Saved data entries
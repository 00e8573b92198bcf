//! Threads, progress and cancelling: batches of photons in order, each batch a task for each group.

use std::collections::VecDeque;
use std::ops::ControlFlow;
use std::sync::atomic::{AtomicBool, AtomicU64, Ordering};
use std::sync::mpsc::{RecvTimeoutError, SyncSender, sync_channel};
use std::time::{Duration, Instant};

use super::block::Block;
use super::level::Level;
use super::plan::Plan;
use super::task::{Part, Task, Workplace};
use crate::estimate::{Counters, GROUPS, Totals};

/// Photons of a task. More lengthens the wait for a batch; fewer leave lanes empty at the end of every task.
const TASK: u64 = 1024;

/// Photons of a batch.
const BATCH: u64 = TASK * GROUPS as u64;

/// Memory that sums of unfinished batches may take: past it, photons that come after a long-lived one wait for it.
const AHEAD: u64 = 16 << 20;

/// How long a thread that is too far ahead sleeps before it looks again.
const NAP: Duration = Duration::from_micros(200);

/// How often progress is told and cancelling is asked for.
const TICK: Duration = Duration::from_millis(50);

/// How far a run is.
#[derive(Clone, Debug)]
#[non_exhaustive]
pub struct Progress {
    /// Photons that have ended so far, those of unfinished batches included.
    pub done: u64,
    /// Photons wanted.
    pub wanted: u64,
    /// Time since the run began.
    pub elapsed: Duration,
    /// Relative standard uncertainty so far of the output that is watched, if there is any yet.
    pub relative_uncertainty: Option<f64>,
}

impl Progress {
    /// Photons a second so far.
    pub fn rate(&self) -> f64 {
        let seconds = self.elapsed.as_secs_f64();
        if seconds > 0.0 {
            self.done as f64 / seconds
        } else {
            0.0
        }
    }

    /// Expected time until the end, once any photon has ended.
    pub fn left(&self) -> Option<Duration> {
        let rate = self.rate();
        (rate > 0.0)
            .then(|| (self.wanted.saturating_sub(self.done)) as f64 / rate)
            .and_then(|seconds| Duration::try_from_secs_f64(seconds).ok())
    }
}

/// What to run, and how; the last three are not visible in results.
#[derive(Debug)]
pub(crate) struct Order<'a> {
    pub(crate) plan: &'a Plan,
    pub(crate) seed: u64,
    pub(crate) first: u64,
    pub(crate) photons: u64,
    pub(crate) threads: usize,
    pub(crate) lanes: usize,
    pub(crate) level: Level,
}

/// Why a run has no totals.
#[derive(Debug)]
pub(crate) enum EngineError {
    /// The operating system gave no threads.
    Threads(String),
}

/// Traces the photons. With `Break` from the watch, the totals hold the longest unbroken run of finished batches.
pub(crate) fn run(
    order: &Order<'_>,
    watch: &mut dyn FnMut(&Progress, &Totals) -> ControlFlow<()>,
) -> Result<(Totals, ControlFlow<()>), EngineError> {
    let plan = order.plan;
    let begun = Instant::now();
    let (stop, ended) = (AtomicBool::new(false), AtomicU64::new(0));
    let queue = Queue {
        next: AtomicU64::new(0),
        finished: AtomicU64::new(0),
        ahead: batches_ahead(plan.outputs()),
    };
    let place = Workplace {
        plan,
        seed: order.seed,
        level: order.level,
        lanes: order.lanes,
        stop: &stop,
        ended: &ended,
    };
    let mut gathered = Gathered::new(order);
    let mut flow = ControlFlow::Continue(());
    let pool = rayon::ThreadPoolBuilder::new()
        .num_threads(order.threads)
        .thread_name(|i| format!("albedra-{i}"))
        .build()
        .map_err(|error| EngineError::Threads(error.to_string()))?;
    pool.in_place_scope(|scope| {
        let _guard = StopOnPanic(&stop);
        let (sender, receiver) = sync_channel(2 * order.threads);
        for _ in 0..order.threads {
            let (sender, place, queue) = (sender.clone(), &place, &queue);
            scope.spawn(move |_| work(order, place, queue, &sender));
        }
        drop(sender);
        let mut told = Instant::now();
        loop {
            match receiver.recv_timeout(TICK.saturating_sub(told.elapsed())) {
                Ok((number, part)) => {
                    gathered.add(number, part);
                    queue.finished.store(gathered.finished, Ordering::Relaxed);
                }
                Err(RecvTimeoutError::Timeout) => {}
                Err(RecvTimeoutError::Disconnected) => break,
            }
            if told.elapsed() < TICK {
                continue;
            }
            told = Instant::now();
            if flow.is_continue() {
                let done = ended.load(Ordering::Relaxed);
                let progress = Progress {
                    done,
                    wanted: order.photons,
                    elapsed: begun.elapsed(),
                    relative_uncertainty: None,
                };
                flow = watch(&progress, &gathered.totals);
                if flow.is_break() {
                    stop.store(true, Ordering::Relaxed);
                }
            }
        }
    });
    Ok((gathered.totals, flow))
}

/// Stops the workers when a thread panics, so that none waits for ever and the panic comes out.
struct StopOnPanic<'a>(&'a AtomicBool);

impl Drop for StopOnPanic<'_> {
    fn drop(&mut self) {
        if std::thread::panicking() {
            self.0.store(true, Ordering::Relaxed);
        }
    }
}

/// Which tasks are begun.
struct Queue {
    next: AtomicU64,
    /// Batches that are in the totals.
    finished: AtomicU64,
    /// Batches that may be begun before the first of them is finished.
    ahead: u64,
}

/// So many batches fit into the memory, but two at least, so that no thread waits for a batch's last task in vain.
fn batches_ahead(outputs: usize) -> u64 {
    let bytes = size_of::<[i128; GROUPS]>() as u64 * outputs as u64 + 1;
    (AHEAD / bytes).clamp(2, 64)
}

/// Takes tasks in order until there are none left or the run stops.
fn work(order: &Order<'_>, place: &Workplace<'_>, queue: &Queue, sender: &SyncSender<(u64, Part)>) {
    let mut block = Block::new();
    let _guard = StopOnPanic(place.stop);
    while !place.stop.load(Ordering::Relaxed) {
        let number = queue.next.fetch_add(1, Ordering::Relaxed);
        let batch = number / GROUPS as u64;
        if batch
            .checked_mul(BATCH)
            .is_none_or(|before| before >= order.photons)
        {
            return;
        }
        while batch >= queue.finished.load(Ordering::Relaxed) + queue.ahead {
            if place.stop.load(Ordering::Relaxed) {
                return;
            }
            std::thread::sleep(NAP);
        }
        let Some(part) = task(order.first, order.photons, number).run(place, &mut block) else {
            return;
        };
        if sender.send((number, part)).is_err() {
            return;
        }
    }
}

/// Photons of a batch: from where, and how many.
fn batch_range(first: u64, photons: u64, batch: u64) -> (u64, u64) {
    let before = batch * BATCH;
    let left = photons - before;
    (first + before, if left < BATCH { left } else { BATCH })
}

/// The task of this number: group `number % 64` of batch `number / 64`.
fn task(first: u64, photons: u64, number: u64) -> Task {
    let groups = GROUPS as u64;
    let (begin, length) = batch_range(first, photons, number / groups);
    let skip = (number % groups + groups - begin % groups) % groups;
    Task {
        first: begin + skip,
        photons: (length.saturating_sub(skip)).div_ceil(groups),
    }
}

/// Parts that have come in: finished batches in order are in the totals, the others wait.
struct Gathered<'a> {
    order: &'a Order<'a>,
    totals: Totals,
    finished: u64,
    waiting: VecDeque<Batch>,
}

#[derive(Default)]
struct Batch {
    parts: usize,
    groups: Vec<[i128; GROUPS]>,
    counters: Counters,
}

impl<'a> Gathered<'a> {
    fn new(order: &'a Order<'a>) -> Self {
        let plan = order.plan;
        let totals = Totals::empty(plan.history, plan.totals, order.seed, plan.outputs());
        Self {
            order,
            totals,
            finished: 0,
            waiting: VecDeque::new(),
        }
    }

    fn add(&mut self, number: u64, part: Part) {
        let slot = (number / GROUPS as u64 - self.finished) as usize;
        while self.waiting.len() <= slot {
            let groups = vec![[0; GROUPS]; self.order.plan.outputs()];
            self.waiting.push_back(Batch {
                groups,
                ..Batch::default()
            });
        }
        let batch = &mut self.waiting[slot];
        for (output, cell) in batch.groups.iter_mut().zip(part.cells) {
            output[(number % GROUPS as u64) as usize] += cell;
        }
        batch.counters.strikes += part.counters.strikes;
        batch.counters.flights += part.counters.flights;
        batch.counters.retried += part.counters.retried;
        batch.counters.untracked += part.counters.untracked;
        batch.parts += 1;
        while self
            .waiting
            .front()
            .is_some_and(|batch| batch.parts == GROUPS)
        {
            if let Some(batch) = self.waiting.pop_front() {
                self.close(&batch);
            }
        }
    }

    fn close(&mut self, batch: &Batch) {
        let (begin, length) = batch_range(self.order.first, self.order.photons, self.finished);
        self.totals
            .absorb(begin..begin + length, &batch.groups, batch.counters);
        self.finished += 1;
    }
}

#[cfg(test)]
mod tests {
    use super::*;

    #[test]
    fn tasks_cover_every_photon_once() {
        for (first, photons) in [
            (0, 1),
            (0, 64),
            (1, 255),
            (257, 65_536),
            (5, 200_000),
            (63, 65),
        ] {
            let mut seen = vec![0_u8; photons as usize];
            let mut number = 0;
            while number / 64 * BATCH < photons {
                let task = task(first, photons, number);
                for k in 0..task.photons {
                    let photon = task.first + 64 * k;
                    assert_eq!(photon % 64, task.first % 64);
                    seen[(photon - first) as usize] += 1;
                }
                number += 1;
            }
            assert!(seen.iter().all(|&times| times == 1), "{first} {photons}");
        }
    }
}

◆ Your goal
Show a copy of each line from the data that includes the word "cancelling".

◆ Task response
//! Threads, progress and cancelling: batches of photons in order, each batch a task for each group.
/// How often progress is told and cancelling is asked for.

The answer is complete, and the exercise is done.